The photos I found online were abrasive and forthright, a stark contrast to my apologetic nature and certainly more graphic than the heterosexual sex-ed illustrations I’d seen at school. This was perhaps one of the reasons I’d been left so enamoured by the trailer for Brokeback Mountain, with its meandering shots of rolling mountainside, gentle banjo soundtrack, and two men kissing in a way that seemed ‘normal’ and loving.
The film’s trailer carved out a small window to a world I’d heard of, but not yet experienced. It validated the ‘funny tummy’ feeling I occasionally grappled with around other boys, and reassured me of the joys salvageable from being labeled ‘different’.
When my father suggested we see the film together, I was equal parts thrilled and mortified. It felt like all the hidden parts of who I was were being abruptly pushed to surface. I was terrified of the conversation that might ensue; would the words be forcibly pulled from my throat like rainbow handkerchiefs from a clown’s pocket?
Dad, I… am… gay.
Adapted from the short story of the same name by Annie Proulx, Brokeback Mountain tells the story of rodeo cowboy Jack Twist (Jake Gyllenhaal) and ranch hand Ennis Del Mar (Heath Ledger) who, in 1963, fall in love while working the same ranch in Wisconsin. Sitting in the cinema, I recall glancing to my father while anything remotely sexual played out on screen — trying to gauge any kind of reaction. When Ennis flips Jack in the tent… When they leave behind their wives and meet up on the first of many “fishing trips”… When a disillusioned Jack sleeps with a male sex worker…
Was dad repulsed by what he saw? Would he mind if I found it beautiful?
The tension I felt as the credits began to roll was unlike anything I’d experienced before. It might’ve only been a film, but instinctively I knew that my father’s response to it would be somewhat indicative of his underlying views on homosexuality and, by extension — me. How could it not be?
“Wow,” he said, removing his glasses as he paused for impact — “wasn’t that incredible?”

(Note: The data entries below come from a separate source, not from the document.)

describe("the lab's statement", () => {
  it("refuses a statement that says nothing, and a client who tries to answer for the lab", async () => {
    const { action } = await route<Fn>("~/routes/account/order-dispute");
    const short = await callRoute(action!, formRequest(`/orders/${disputed.orderId}/dispute`, { intent: "statement", statement: "no" }, await as(LAB)), {
      id: disputed.orderId,
    });
    expect(short.status).toBe(302);
    expect((await disputeRow(disputed.orderId)).labStatement).toBeNull();
    const client = await callRoute(
      action!,
      formRequest(`/orders/${disputed.orderId}/dispute`, { intent: "statement", statement: "We the client write for the lab." }, await as(OWNER)),
      { id: disputed.orderId },
    );
    expect(client.status).toBe(404);
    expect((await disputeRow(disputed.orderId)).labStatement).toBeNull();
  });

  it("records the lab's statement with its evidence, and e-mails the client and every admin (essential)", async () => {
    const answer = await handIn(disputed.orderId, await as(LAB), "measurement-log.pdf", PDF, "statement", {
      statement: "The impurity peak at 21° is the sample holder; the blank scan in the log shows it.",
    });
    expect(answer.status).toBe(302);
    expect(answer.headers.get("location")).toBe(`/lab/orders/${disputed.orderId}`);
    const row = await disputeRow(disputed.orderId);
    expect(row.labStatement).toMatch(/sample holder/);
    expect(row.labStatementBy).toBe(w.labManager.id);
    expect(row.labStatementAt).toBeInstanceOf(Date);
    const evidence = await w.db.select().from(w.schema.disputeEvidence).where(w.eq(w.schema.disputeEvidence.disputeId, row.id));
    expect(evidence).toMatchObject([{ side: "lab", fileName: "measurement-log.pdf", contentType: "application/pdf", sizeBytes: PDF.length }]);
    const mails = await w.db.select().from(w.schema.outboxMessages).where(w.eq(w.schema.outboxMessages.kind, "dispute_answered"));
    const to = mails.filter((m) => m.orderId === disputed.orderId).map((m) => m.to);
    expect(to).toContain(OWNER);
    expect(to).toContain(ADMIN);
    expect(to).not.toContain(LAB);
    expect(mails.every((m) => m.essential)).toBe(true);
    const adminMail = mails.find((m) => m.to === ADMIN)!;
    // People read the order number, not its id; the admin's link leads to the dispute's own page.
    expect(adminMail.subject).toContain(disputed.orderNumber);
    expect(adminMail.text).toContain(`/admin/disputes/${disputed.orderId}`);
    expect(adminMail.text).toContain("sample holder");
  });

  it("lets the client add evidence of its own, and keeps each side's files under its own prefix", async () => {
    const added = await handIn(disputed.orderId, await as(OWNER), "impurity-note.txt", "Peak at 21.0 deg, 3 % of the main peak.\n");
    expect(added.status).toBe(302);
    expect(added.headers.get("location")).toBe(`/client/orders/${disputed.orderId}`);
    const row = await disputeRow(disputed.orderId);
    const evidence = await w.db.select().from(w.schema.disputeEvidence).where(w.eq(w.schema.disputeEvidence.disputeId, row.id));
    expect(evidence.map((e) => `${e.side}:${e.fileName}`).sort()).toEqual(["client:impurity-note.txt", "lab:measurement-log.pdf"]);
    // The lab and the admins hear of the client's file (essential); the lab's own file came with its statement's notice.
    const told = (await w.db.select().from(w.schema.outboxMessages).where(w.eq(w.schema.outboxMessages.kind, "dispute_evidence_added"))).filter(
      (m) => m.orderId === disputed.orderId,
    );
    expect(told.map((m) => m.to)).toContain(LAB);
    expect(told.map((m) => m.to)).toContain(ADMIN);
    expect(told.map((m) => m.to)).not.toContain(OWNER);
    expect(told.every((m) => m.essential && m.subject.includes(disputed.orderNumber))).toBe(true);
    // The lab cannot attach a file stored under the client's prefix.
    const { action } = await route<Fn>("~/routes/account/order-dispute");
    const clientKey = evidence.find((e) => e.side === "client")!.storageKey;
    await callRoute(
      action!,
      formRequest(`/orders/${disputed.orderId}/dispute`, { intent: "evidence", storageKey: clientKey, fileName: "x.txt" }, await as(LAB)),
      {
        id: disputed.orderId,
      },
    );
    expect(await w.db.select().from(w.schema.disputeEvidence).where(w.eq(w.schema.disputeEvidence.disputeId, row.id))).toHaveLength(2);
  });

  it("refuses evidence whose content is not what its name says", async () => {
    const row = await disputeRow(disputed.orderId);
    const before = await w.db.select().from(w.schema.disputeEvidence).where(w.eq(w.schema.disputeEvidence.disputeId, row.id));
    await handIn(disputed.orderId, await as(OWNER), "fake.pdf", "not a pdf at all");
    const after = await w.db.select().from(w.schema.disputeEvidence).where(w.eq(w.schema.disputeEvidence.disputeId, row.id));
    expect(after).toHaveLength(before.length);
  });
});

describe("the admin's reads of a disputed order", () => {
  it("opens the check, its JSON, its status, the file list (with check ids) and the files, each read audit-logged", async () => {
    const admin = await as(ADMIN);
    const before = (await auditReads(disputed.orderId)).length;
    const check = await route<Fn>("~/routes/check");
    const json = await route<Fn>("~/routes/check-result-json");
    const status = await route<Fn>("~/routes/api/check");
    const files = await route<Fn>("~/routes/api/order-files");
    const download = await route<Fn>("~/routes/account/file-download");
    const page = await callRoute(check.loader!, getRequest(`/checks/${disputed.checkId}`, admin), { id: disputed.checkId });
    expect(page.status).toBe(200);
    expect((page.body as { side: string }).side).toBe("admin");
    expect((await callRoute(json.loader!, getRequest(`/checks/${disputed.checkId}/result.json`, admin), { id: disputed.checkId })).status).toBe(200);
    expect((await callRoute(status.loader!, getRequest(`/api/checks/${disputed.checkId}`, admin), { id: disputed.checkId })).status).toBe(200);
    const list = await callRoute(files.loader!, getRequest(`/api/orders/${disputed.orderId}/files`, admin), { id: disputed.orderId });
    expect(list.status).toBe(200);
    expect((list.body as { files: { id: string; check: { id: string } }[] }).files).toMatchObject([{ id: disputed.fileId, check: { id: disputed.checkId } }]);
    const got = await callRoute(download.loader!, getRequest(`/files/${disputed.fileId}/download`, admin), { fileId: disputed.fileId });
    expect(got.status).toBe(302);
    const reads = await auditReads(disputed.orderId);
    expect(reads.length - before).toBe(5);
    for (const r of reads) {
      expect(r.actorUserId).toBe(w.admin.id);
      expect((r.details as { orderNumber: string }).orderNumber).toBe(disputed.orderNumber);
    }
    expect(reads.map((r) => r.subjectType).sort()).toEqual(["check", "check", "check", "order", "order_file"]);
  });

  it("downloads either side's evidence, audit-logged, and so may both parties", async () => {
    const row = await disputeRow(disputed.orderId);
    const evidence = await w.db.select().from(w.schema.disputeEvidence).where(w.eq(w.schema.disputeEvidence.disputeId, row.id));
    const { loader } = await route<Fn>("~/routes/account/dispute-evidence");
    const before = (await auditReads(disputed.orderId)).length;
    for (const e of evidence) {
      for (const who of [ADMIN, OWNER, LAB]) {
        const got = await callRoute(loader!, getRequest(`/orders/${disputed.orderId}/dispute/evidence/${e.id}`, await as(who)), {
          id: disputed.orderId,
          evidenceId: e.id,
        });
        expect(got.status, `${who} reads ${e.fileName}`).toBe(302);
      }
    }
    const reads = (await auditReads(disputed.orderId)).slice(before);
    expect(reads).toHaveLength(evidence.length);
    expect(reads.every((r) => r.subjectType === "dispute_evidence")).toBe(true);
    // Someone on neither side is told there is no such file.
    const other = await callRoute(loader!, getRequest(`/orders/${disputed.orderId}/dispute/evidence/${evidence[0].id}`, await as("owner@pinecrest.example")), {
      id: disputed.orderId,
      evidenceId: evidence[0].id,
    });
    expect(other.status).toBe(404);
  });

  it("answers an admin 404 on an order without a dispute, as before, and logs nothing", async () => {
    const admin = await as(ADMIN);
    const u = undisputed;
    const calls: [string, string, Record<string, string>][] = [
      ["~/routes/check", `/checks/${u.checkId}`, { id: u.checkId }],
      ["~/routes/check-result-json", `/checks/${u.checkId}/result.json`, { id: u.checkId }],
      ["~/routes/check-peaks-csv", `/checks/${u.checkId}/peaks.csv`, { id: u.checkId }],
      ["~/routes/api/check", `/api/checks/${u.checkId}`, { id: u.checkId }],
      ["~/routes/api/order-files", `/api/orders/${u.orderId}/files`, { id: u.orderId }],
      ["~/routes/account/file-download", `/files/${u.fileId}/download`, { fileId: u.fileId }],
      ["~/routes/admin/dispute", `/admin/disputes/${u.orderId}`, { id: u.orderId }],
    ];
    for (const [mod, path, params] of calls) {
      const { loader } = await route<Fn>(mod);
      expect((await callRoute(loader!, getRequest(path, admin), params)).status, path).toBe(404);
    }
    expect(await auditReads(u.orderId)).toHaveLength(0);
  });
});

describe("the admin's dispute page and decision", () => {
  it("shows both statements with their evidence, the files with their checks and the timeline", async () => {
    const { loader } = await route<Fn>("~/routes/admin/dispute");
    const page = await callRoute(loader!, getRequest(`/admin/disputes/${disputed.orderId}`, await as(ADMIN)), { id: disputed.orderId });
    expect(page.status).toBe(200);
    const d = page.body as {
      order: { number: string };
      dispute: { reason: string; labStatement: string; evidence: { side: string }[] };
      files: { id: string; check: { id: string; verdict: string } }[];
      timeline: { toState: string }[];
      heldMinor: number;
    };
    expect(d.order.number).toBe(disputed.orderNumber);
    expect(d.dispute.reason).toMatch(/impurity/);
    expect(d.dispute.labStatement).toMatch(/sample holder/);
    expect(d.dispute.evidence.map((e) => e.side).sort()).toEqual(["client", "lab"]);
    expect(d.files).toMatchObject([{ id: disputed.fileId, check: { id: disputed.checkId, verdict: "review" } }]);
    expect(d.timeline.map((e) => e.toState)).toContain("disputed");
    expect(d.heldMinor).toBe(30_000);
  });

  it("takes the refund as money (120.50 is 12050 cents), refuses minor-unit or out-of-range text in a sentence", async () => {
    const { action } = await route<Fn>("~/routes/admin/dispute");
    const admin = await as(ADMIN);
    const send = async (refund: string) =>
      callRoute(
        action!,
        formRequest(`/admin/disputes/${disputed.orderId}`, { refund, reason: "The impurity is the sample holder; half the scans were still usable." }, admin),
        { id: disputed.orderId },
      );
    const words = await send("12000 minor units");
    expect(words.status).toBe(400);
    const tooMuch = await send("400.00");
    expect(tooMuch.status).toBe(400);
    expect(JSON.stringify(tooMuch.body)).toContain("€300.00");
    expect(await w.orderState(disputed.orderId)).toBe("disputed");
    const decided = await send("120.50");
    expect(decided.status).toBe(302);
    expect(decided.headers.get("location")).toBe(`/admin/disputes/${disputed.orderId}`);
    const row = await disputeRow(disputed.orderId);
    // The lab's part is 300.00 − 120.50 = 179.50, less the order's platform fee on it.
    const fee = Math.round((17_950 * (await orderFeeBps(disputed.orderId))) / 10_000);
    expect(row).toMatchObject({ state: "resolved", refundMinor: 12_050, payoutMinor: 17_950 - fee, decidedBy: w.admin.id });
  });

  it("still lets the admin read a resolved dispute's data, audit-logged, and takes no more evidence", async () => {
    const check = await route<Fn>("~/routes/api/check");
    const before = (await auditReads(disputed.orderId)).length;
    expect((await callRoute(check.loader!, getRequest(`/api/checks/${disputed.checkId}`, await as(ADMIN)), { id: disputed.checkId })).status).toBe(200);
    expect(await auditReads(disputed.orderId)).toHaveLength(before + 1);
    const { action } = await route<Fn>("~/routes/account/order-dispute");
    const late = await callRoute(
      action!,
      formRequest(`/orders/${disputed.orderId}/dispute`, { intent: "statement", statement: "A late word after the decision was made." }, await as(LAB)),
      { id: disputed.orderId },
    );
    expect(late.status).toBe(302);
    expect((await disputeRow(disputed.orderId)).labStatement).toMatch(/sample holder/);
  });
});

async function orderFeeBps(orderId: string) {
  const [o] = await w.db.select().from(w.schema.orders).where(w.eq(w.schema.orders.id, orderId));
  return o.platformFeeBps;
}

I can now look back and appreciate the significance of what my father did for me that night. Even though I wouldn't come out of the closet for another year or so, taking me along to watch Brokeback Mountain saved me considerable inner turmoil. For the first time I knew that, when I was ready, my family would embrace the queer twist in my very own storyline.
That's what the best films should do - reflect, challenge, and validate the multi-faceted nature of those who continue to watch and need them.
These days, it’s encouraging to examine the film and television landscape and watch as LGBTIQ+ stories shift from the peripheral into the mainstream. From last year’s surprise Moonlight victory at the Academy Awards to the recent success of Call Me By Your Name; the legacy of RuPaul’s Drag Race to the multiple Emmy wins of Transparent — queer stories have never been more diverse or readily available.